The executive orders make $2.25 million in state emergency funding available to assist the local government with emergency measures, help prevent additional damage, repair public infrastructure, and lessen the overall recovery time related to wildfire impacts and burn scar flooding. The declaration of a state of emergency comes after the state asked the local government to formally request an emergency declaration, enabling the state to provide additional resources per state emergency management procedures. The City of Las Vegas approved a resolution declaring a state of emergency on Thursday.
“The destruction that continues to befall New Mexico communities affected by the U.S. Forest Service planned burns from earlier this year is unfathomable,” said Gov. Lujan Grisham. “I am very appreciative of the diligent and proactive work done by the City of Las Vegas to ensure that the municipal water system will continue to operate safely, and I am glad to provide emergency funding from the state to support that effort. New Mexicans in San Miguel County have been through enough – we will continue to do everything we can to support them and prevent additional damage as a result of the wildfires.”
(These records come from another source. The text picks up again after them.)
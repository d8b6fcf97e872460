import { exp, log, normalDensity } from '#src/base/math.ts';
import { type ContactRows, contactRow, type GapSums, TERM } from '../gap-sums.ts';
import { CLASSES_PER_HALF_VOLUME } from '../grit-law.ts';
import { gapConcentration, gritsPerArea } from '../population.ts';

/** Floor heights a place is averaged over: -3 to 3 Sq in half steps. */
const NODES = 13;
const HEIGHTS = Float64Array.from({ length: NODES }, (_, j) => (j - 6) / 2);
const WEIGHTS = HEIGHTS.map((z) => normalDensity(z));
const WEIGHT_SUM = WEIGHTS.reduce((sum, w) => sum + w, 0);
/** Values per class in a gap row. */
const TERMS = 10;
/** Grains below this size yield instead of breaking (m): Kendall, Nature 272 (1978) 710, from memory. */
const UNBREAKABLE = 1e-6;

/** What one grain of each size does at one gap over a rough floor, and how fast it crushes there. SI. */
export interface Place {
  readonly rows: ContactRows;
  readonly gap: number;
  readonly film: number;
  readonly gritFraction: number;
  readonly gritsPerArea: number;
  /** Per class, largest first. */
  readonly impulse: Float64Array;
  readonly removal: Float64Array;
  readonly toolDent: Float64Array;
  readonly crushRate: Float64Array;
}

/** A place at an age of the slurry: pressure, rates and crushed share. */
export interface AgedPlace {
  /** Cycle-mean pressure of the grits (Pa). */
  pressure: number;
  /** Rate of sinking and of tool loss if every hit were useful (m/s). */
  rate: number;
  toolRate: number;
  /** Volume fraction of the film that has been crushed. */
  crushed: number;
}

/** Averages the contact rows over a Gaussian floor. `overlap` is the floor's removed over credited chip volume. */
export function placeAt(sums: GapSums, gap: number, roughness: number, overlap: number): Place {
  const { rows } = sums;
  const { conditions, classes, count, step } = rows;
  const n = classes.diameter.length;
  const impulse = new Float64Array(n);
  const removal = new Float64Array(n);
  const toolDent = new Float64Array(n);
  const crushRate = new Float64Array(n);
  const m = conditions.abrasive.crushWeibull;
  for (let j = 0; j < NODES; j++) {
    const here = Math.max(0, gap - roughness * (HEIGHTS[j] as number));
    const x = count - here / step;
    if (!(x > 0)) continue;
    const k = Math.min(count - 1, Math.floor(x));
    const t = x - k;
    const above = contactRow(rows, k);
    const below = contactRow(rows, k + 1);
    const weight = (WEIGHTS[j] as number) / WEIGHT_SUM;
    const engaged = below.length / TERMS;
    for (let i = 0; i < engaged; i++) {
      const at = i * TERMS;
      const mix = (term: number) => {
        const a = above[at + term] ?? 0;
        return a + t * ((below[at + term] as number) - a);
      };
      impulse[i] = (impulse[i] as number) + weight * mix(TERM.impulse);
      removal[i] = (removal[i] as number) + weight * (overlap * mix(TERM.chipVolume) + mix(TERM.dent));
      toolDent[i] = (toolDent[i] as number) + weight * mix(TERM.toolDent);
      const ratio = mix(TERM.crushRatio);
      if (ratio > 0.02 && (classes.diameter[i] as number) > UNBREAKABLE) {
        crushRate[i] = (crushRate[i] as number) + weight * (1 - exp(-exp(m * log(ratio))));
      }
    }
  }
  for (let i = 0; i < n; i++) crushRate[i] = (crushRate[i] as number) * conditions.frequency;
  return {
    rows,
    gap,
    film: gap + conditions.amplitude,
    gritFraction: gapConcentration(conditions, gap),
    gritsPerArea: gritsPerArea(conditions, gap),
    impulse,
    removal,
    toolDent,
    crushRate,
  };
}

/**
 * Number shares after the slurry has stayed for a mean age: a crushed grain leaves two of half its volume, the population
 * is well mixed at that age. nu_i = (q_i + 2 k_j age nu_j) / (1 + k_i age), j the class of twice the volume. Derived.
 */
export function agedShares(place: Place, age: number, out: Float64Array): Float64Array {
  const { fraction } = place.rows.classes;
  for (let i = 0; i < fraction.length; i++) {
    const parent = i - CLASSES_PER_HALF_VOLUME;
    const made = parent >= 0 ? 2 * (place.crushRate[parent] as number) * age * (out[parent] as number) : 0;
    out[i] = ((fraction[i] as number) + made) / (1 + (place.crushRate[i] as number) * age);
  }
  return out;
}

/** What the place does at a mean age (s). */
export function atAge(place: Place, age: number, shares: Float64Array): AgedPlace {
  const { conditions, classes } = place.rows;
  agedShares(place, age, shares);
  let pressure = 0;
  let rate = 0;
  let toolRate = 0;
  let crushed = 0;
  for (let i = 0; i < shares.length; i++) {
    const share = shares[i] as number;
    if ((place.impulse[i] as number) === 0 && (place.crushRate[i] as number) === 0) break;
    const d = classes.diameter[i] as number;
    pressure += share * (place.impulse[i] as number);
    rate += share * (place.removal[i] as number);
    toolRate += share * (place.toolDent[i] as number);
    crushed += share * (place.crushRate[i] as number) * age * d * d * d;
  }
  const perTime = conditions.frequency * place.gritsPerArea;
  const d30 = conditions.grit.meanVolumeDiameter;
  return {
    pressure: perTime * pressure,
    rate: perTime * rate,
    toolRate: perTime * conditions.constants.toolPlasticShare * toolRate,
    crushed: (place.gritFraction * crushed) / (d30 * d30 * d30),
  };
}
The burn scar created by the Hermit’s Peak/Calf Canyon Fire has left thousands of acres of ash and debris along the Gallinas River watershed, which serves as the city’s primary municipal water source. While Las Vegas currently retains an estimated two-month supply of safe drinking water, ongoing flooding in the burn scar threatens to contaminate the city’s water supply with ash and debris, which could negatively affect the use of the municipal water supply. The emergency funding made available by Gov. Lujan Grisham will support the City of Las Vegas to establish and operate a temporary pre-treatment system that will allow the city to safely treat and draw water from Storrie Lake for municipal use. The Las Vegas drinking water supply remains safe to use at this time – the city utility’s staff are closely monitoring the water quality and coordinating with state officials on a daily basis.
“The contaminated water flow from the Gallinas caused by the wildfire damage to our watershed has compromised the availability of water to the Las Vegas municipal water system. Rest assured that the city will be holding the federal government responsible for our current situation,” said Las Vegas Mayor Louie Trujillo. “I would like to thank our Governor, Michelle Lujan Grisham, for her unfailing support through this entire ordeal. We are working closely with both state and federal governments to make this right for all Las Vegas residents.”
The state Office of the State Engineer, Environment Department and the governor’s office are working closely with the City of Las Vegas to identify solutions to ensure the city’s drinking water system is not affected by burn scar flooding and debris flows. The governor will request that the Federal Emergency Management Agency fully reimburse the state for these costs under New Mexico’s existing major disaster declaration, which was amended this week to include post-fire flooding at the request of Gov. Lujan Grisham.